In relation to the reluctance to envisage bringing forward other areas of law—environmental law was debated at some length at an earlier stage but not necessarily just that area—if we have a five-year review it will be at least six years before primary legislation is likely to be enacted, given that it would have to take its place in the queue, as it were, at that time. That strikes me as rather too long a period to wait, given the general acceptance that this offers a way forward, particularly in the field of something like the environment where you are not just looking at a financial penalty but at different ways, which we will touch on later in the amendments of my noble and learned friend, of corporations recognising their responsibilities in practical rather than purely monetary terms.

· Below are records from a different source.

import { describe, expect, test } from 'vitest';
import { nodeToSegment, segmentToSegment } from '../../../src/check/axis-distance.ts';
import {
  buildBoxTree,
  FAN,
  nearestSquaredDistance,
  traversalStack,
  visitNearLeaves,
  visitOverlaps,
} from '../../../src/check/box-tree.ts';
import { checkTree } from '../../../src/check/check-tree.ts';
import { measureClearance } from '../../../src/check/clearance.ts';
import { junctionReach } from '../../../src/check/junctions.ts';
import { Tally } from '../../../src/check/result.ts';
import { randomStream } from '../../../src/core/random.ts';
import { squaredDistanceBetweenSegments } from '../../../src/core/segments.ts';
import { solveRecord } from '../../../src/run.ts';
import type { Forest } from '../../../src/tree/forest.ts';
import { bisectBox } from '../../support/bisected-tree.ts';

describe('segment distance', () => {
  test('by hand', () => {
    const at = (...points: number[]) => segmentToSegment(points, 0, 1, 2, 3);
    expect(at(0, 0, 0, 2, 0, 0, 1, -1, 3, 1, 1, 3)).toBe(3); // crossing in projection
    expect(at(0, 0, 0, 1, 0, 0, 4, 4, 0, 4, 8, 0)).toBe(5); // end to end
    expect(at(0, 0, 0, 4, 0, 0, 1, 2, 0, 3, 2, 0)).toBe(2); // parallel
    expect(at(0, 0, 0, 0, 0, 0, 3, 4, 0, 3, 4, 0)).toBe(5); // two points
    expect(nodeToSegment([0, 0, 0, 4, 0, 0, 2, 3, 0], 2, 0, 1)).toBe(3);
  });

  test('agrees with the clamping method on random segments', () => {
    const random = randomStream('1', 'segments');
    for (let k = 0; k < 5000; k++) {
      const p = Array.from({ length: 12 }, () => (k % 3 === 0 ? Math.round(4 * random.next()) : random.next()));
      const wanted = squaredDistanceBetweenSegments(
        ...(p as unknown as Parameters<typeof squaredDistanceBetweenSegments>),
      );
      expect(segmentToSegment(p, 0, 1, 2, 3)).toBeCloseTo(Math.sqrt(wanted), 9);
    }
  });
});

describe('box tree', () => {
  const random = randomStream('1', 'boxes');
  const n = 700;
  const boxes = new Float64Array(6 * n);
  for (let i = 0; i < n; i++) {
    for (let k = 0; k < 3; k++) {
      const low = random.next();
      boxes[6 * i + k] = low;
      boxes[6 * i + k + 3] = low + 0.2 * random.next() * random.next();
    }
  }
  const tree = buildBoxTree(n, (item, out) => out.set(boxes.subarray(6 * item, 6 * item + 6)));

  test('hands out every box that overlaps, from the asked slot on', () => {
    const slotOf = new Int32Array(n);
    tree.item.forEach((item, slot) => {
      slotOf[item] = slot;
    });
    for (let q = 0; q < 100; q++) {
      const query = boxes.slice(6 * q, 6 * q + 6);
      const first = q % 2 === 0 ? 0 : slotOf[q]! + 1;
      const seen = new Set<number>();
      visitOverlaps(tree, query, first, traversalStack(), (slot) => {
        expect(slot).toBeGreaterThanOrEqual(first);
        seen.add(tree.item[slot]!);
      });
      for (let i = 0; i < n; i++) {
        const meets = [0, 1, 2].every((k) => boxes[6 * i + k]! <= query[k + 3]! && boxes[6 * i + k + 3]! >= query[k]!);
        if (meets && slotOf[i]! >= first) expect(seen.has(i)).toBe(true);
      }
    }
  });

  test('finds the nearest', () => {
    for (let q = 0; q < 100; q++) {
      const [x, y, z] = [random.next() * 2, random.next(), random.next()];
      const to = (i: number) => {
        let sum = 0;
        for (const [k, p] of [x, y, z].entries()) {
          const d = Math.max(boxes[6 * i + k]! - p, 0, p - boxes[6 * i + k + 3]!);
          sum += d * d;
        }
        return sum;
      };
      let wanted = Infinity;
      for (let i = 0; i < n; i++) wanted = Math.min(wanted, to(i));
      expect(nearestSquaredDistance(tree, x, y, z, traversalStack(), to)).toBe(wanted);
    }
  });

  test('keeps boxes by slot, rounded outwards by no more than float32 needs', () => {
    const slotBox = new Float32Array(6 * n);
    const { item } = buildBoxTree(n, (i, out) => out.set(boxes.subarray(6 * i, 6 * i + 6)), slotBox);
    for (let slot = 0; slot < n; slot++) {
      for (let k = 0; k < 3; k++) {
        const [low, high] = [boxes[6 * item[slot]! + k]!, boxes[6 * item[slot]! + k + 3]!];
        expect(slotBox[6 * slot + k]).toBeLessThanOrEqual(low);
        expect(slotBox[6 * slot + k]).toBeGreaterThan(low - 1e-6);
        expect(slotBox[6 * slot + k + 3]).toBeGreaterThanOrEqual(high);
        expect(slotBox[6 * slot + k + 3]).toBeLessThan(high + 1e-6);
      }
    }
  });

  test.each([0, 0.03, 10])('visits every two leaves that come within %d, once', (margin) => {
    const seen = new Set<number>();
    const leaves = Math.ceil(n / FAN);
    visitNearLeaves(tree, { margin }, (a, b) => {
      expect(a).toBeLessThanOrEqual(b);
      expect(seen.has(leaves * a + b)).toBe(false);
      seen.add(leaves * a + b);
    });
    for (let p = 0; p < n; p++) {
      for (let q = p; q < n; q++) {
        const [i, j] = [6 * tree.item[p]!, 6 * tree.item[q]!];
        const near = [0, 1, 2].every(
          (k) => boxes[i + k]! <= boxes[j + k + 3]! + margin && boxes[i + k + 3]! >= boxes[j + k]! - margin,
        );
        if (near) expect(seen.has(leaves * Math.floor(p / FAN) + Math.floor(q / FAN))).toBe(true);
      }
    }
    // Not all by all, unless the margin spans the whole.
    const all = (leaves * (leaves + 1)) / 2;
    if (margin === 10) expect(seen.size).toBe(all);
    else expect(seen.size).toBeLessThan(0.8 * all);
  });

  test('visits what a margin that is lowered on the way leaves', () => {
    const reach = { margin: 10 };
    let visits = 0;
    visitNearLeaves(tree, reach, () => {
      visits++;
      reach.margin = 0;
    });
    let few = 0;
    visitNearLeaves(tree, { margin: 0 }, () => few++);
    expect(visits).toBeGreaterThanOrEqual(few);
    expect(visits).toBeLessThan(few + 200);
  });

  test('of nothing, and of one', () => {
    const empty = buildBoxTree(0, () => {});
    expect(nearestSquaredDistance(empty, 0, 0, 0, traversalStack(), () => 0)).toBe(Infinity);
    visitNearLeaves(empty, { margin: 1 }, () => expect.unreachable());
    const one = buildBoxTree(1, (_, out) => out.fill(2));
    const pairs: number[][] = [];
    visitNearLeaves(one, { margin: 1 }, (a, b) => pairs.push([a, b]));
    expect(pairs).toEqual([[0, 0]]);
    expect(nearestSquaredDistance(one, 0, 0, 0, traversalStack(), () => 12)).toBe(12);
  });
});

describe('clearance', () => {
  // Radii over three decades, every pair tried.
  test.each(['1', '2', '3'])('finds the pairs that all-pairs finds, seed %s', (seed) => {
    const random = randomStream(seed, 'clearance');
    const n = 400;
    const parent = new Int32Array(n).fill(-1);
    const position = new Float64Array(3 * n);
    const radius = new Float64Array(n);
    for (let i = 0; i < n; i++) {
      if (i > 0) parent[i] = Math.floor(i * random.next());
      const reach = i === 0 ? 1 : 0.3 * Math.exp(-3 * random.next());
      for (let k = 0; k < 3; k++) {
        const from = i === 0 ? 0.5 : position[3 * parent[i]! + k]!;
        position[3 * i + k] = from + reach * (random.next() - 0.5);
      }
      radius[i] = 0.03 * Math.exp(-7 * random.next());
    }
    const forest: Forest = {
      count: n,
      treeStart: Int32Array.from([0, n]),
      tree: new Int32Array(n),
      parent,
      position,
      radius,
      flow: radius,
    };
    const gap = 0.002;
    const wanted: string[] = [];
    let closest = Infinity;
    for (let i = 1; i < n; i++) {
      for (let j = i + 1; j < n; j++) {
        if (parent[i] === parent[j] || parent[i] === j || parent[j] === i) continue;
        const d = segmentToSegment(position, parent[i]!, i, parent[j]!, j) - radius[i]! - radius[j]!;
        closest = Math.min(closest, d);
        if (d < gap) wanted.push(`${i}-${j}`);
      }
    }
    expect(wanted.length).toBeGreaterThan(20);
    const tally = new Tally({
      id: 'clearance',
      title: '',
      sense: 'at-least',
      limit: gap,
      unit: 'm',
      nameOf: String,
      describe: () => '',
      cap: 1e6,
    });
    expect(measureClearance(forest, gap, 1, tally)).toBe(true);
    expect(tally.worst).toBe(closest);
    expect(tally.findings.map((finding) => `${finding.vessel}-${finding.other}`).sort()).toEqual(wanted.sort());
  });
});

describe('a tree that was never grown', () => {
  const { forest, spec } = bisectBox(5000);

  test('keeps every promise, as it is made to', () => {
    const { promises } = checkTree(solveRecord(forest, spec), spec, new Map());
    expect(promises.filter(({ held }) => held === false)).toEqual([]);
    expect(promises.filter(({ held }) => held === true).length).toBeGreaterThanOrEqual(18);
  });

  test('with radii of another unit is told to be broken, and not looked at for ever', () => {
    const wide = { ...forest, radius: forest.radius.map((r) => 1000 * r) };
    const { promises } = checkTree(solveRecord(wide, spec), spec, new Map());
    const clearance = promises.find(({ id }) => id === 'clearance')!;
    expect(clearance.held).toBe(false);
    expect(clearance.note).toMatch(/^broken off/);
    // All pairs are some fifty million.
    expect(clearance.checked).toBeLessThan(3e6);
  });
});

describe('ball round a junction', () => {
  // asin(a/ρ) + asin(b/ρ) = θ, solved by halving.
  test.each([
    [1, 1, 60],
    [1, 0.5, 45],
    [0.3, 1, 90],
    [1, 0.9, 120],
    [1, 0.5, 119],
    [2, 1.9, 150],
  ])('radii %d and %d at %d°', (a, b, degrees) => {
    const angle = (degrees * Math.PI) / 180;
    let low = Math.max(a, b);
    let high = 1e3;
    for (let k = 0; k < 200; k++) {
      const middle = 0.5 * (low + high);
      if (Math.asin(a / middle) + Math.asin(b / middle) > angle) low = middle;
      else high = middle;
    }
    expect(junctionReach(a, b, angle)).toBeCloseTo(low, 9);
    expect(junctionReach(b, a, angle)).toBe(junctionReach(a, b, angle));
  });

  test('the thicker radius where the thinner tube is beyond its great circle', () => {
    expect(junctionReach(1, 0.5, (121 * Math.PI) / 180)).toBe(1);
    expect(junctionReach(1, 1, Math.PI)).toBe(1);
    expect(junctionReach(1, 0.1, (170 * Math.PI) / 180)).toBe(1);
  });

  test('two equal tubes at a right angle: √2 radii', () => {
    expect(junctionReach(1, 1, Math.PI / 2)).toBeCloseTo(Math.SQRT2, 12);
  });

  test('none for tubes in one direction', () => {
    expect(junctionReach(1, 1, 0)).toBe(Infinity);
  });
});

I have, as I have previously expressed, some reservations about extending the doctrine to individuals, although I take my noble and learned friend’s point about drugs, which is made on a day on which the Government seem to have been much too quick to reject a call from the Home Affairs Select Committee for a Royal Commission to look into what is not a noticeably successful policy on drugs and their impact on society and the courts. However, clearly, the Government are not minded to move things in the direction that either I or my noble and learned friend would wish tonight. In the circumstances, I beg leave to withdraw the amendment.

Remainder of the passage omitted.